*Records to process*.
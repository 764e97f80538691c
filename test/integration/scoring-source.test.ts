/**
 * The scoring engine's input as read from a real diary file: every probability comes back
 * bit for bit as it was stored, the revisions belong to the right questions in the order
 * the counting rules need, and the input behaves like a plain list wherever the service
 * copies or replaces it.
 */
import assert from 'node:assert/strict';
import { test } from 'node:test';
import { callOrThrow } from '../../main/service/dispatch';
import { openDiary } from '../../main/service/index';
import type { OperationName } from '../../shared/contract';
import { loadScoringInput, loadScoringQuestions, startStepwiseRead, type ScoringInput } from '../../main/service/scoring-source';
import { buildMixedDiaryFile } from '../bench/make-diary';
import { randomDiaryFile } from '../support/random-diary';
import { computeScoreReport, computeScorecardDetail, type ScoringQuestion } from '../../shared/scoring';
import { openTestDiary } from '../support/temp-diary';

/** The neighbouring double towards +∞ (`up`) or −∞. */
function nextDouble(x: number, up: boolean): number {
  const view = new DataView(new ArrayBuffer(8));
  view.setFloat64(0, x);
  const bits = view.getBigUint64(0);
  if (x === 0) return up ? Number.MIN_VALUE : -Number.MIN_VALUE;
  view.setBigUint64(0, (x > 0) === up ? bits + 1n : bits - 1n);
  return view.getFloat64(0);
}

function bits(x: number): bigint {
  const view = new DataView(new ArrayBuffer(8));
  view.setFloat64(0, x);
  return view.getBigUint64(0);
}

*How to complete this task*. Output the data exactly, so that every line matches the original.

*Your solution*.
repository 764e97f80538691c
filename test/integration/scoring-source.test.ts
/**
 * The scoring engine's input as read from a real diary file: every probability comes back
 * bit for bit as it was stored, the revisions belong to the right questions in the order
 * the counting rules need, and the input behaves like a plain list wherever the service
 * copies or replaces it.
 */
import assert from 'node:assert/strict';
import { test } from 'node:test';
import { callOrThrow } from '../../main/service/dispatch';
import { openDiary } from '../../main/service/index';
import type { OperationName } from '../../shared/contract';
import { loadScoringInput, loadScoringQuestions, startStepwiseRead, type ScoringInput } from '../../main/service/scoring-source';
import { buildMixedDiaryFile } from '../bench/make-diary';
import { randomDiaryFile } from '../support/random-diary';
import { computeScoreReport, computeScorecardDetail, type ScoringQuestion } from '../../shared/scoring';
import { openTestDiary } from '../support/temp-diary';

/** The neighbouring double towards +∞ (`up`) or −∞. */
function nextDouble(x: number, up: boolean): number {
  const view = new DataView(new ArrayBuffer(8));
  view.setFloat64(0, x);
  const bits = view.getBigUint64(0);
  if (x === 0) return up ? Number.MIN_VALUE : -Number.MIN_VALUE;
  view.setBigUint64(0, (x > 0) === up ? bits + 1n : bits - 1n);
  return view.getFloat64(0);
}

function bits(x: number): bigint {
  const view = new DataView(new ArrayBuffer(8));
  view.setFloat64(0, x);
  return view.getBigUint64(0);
}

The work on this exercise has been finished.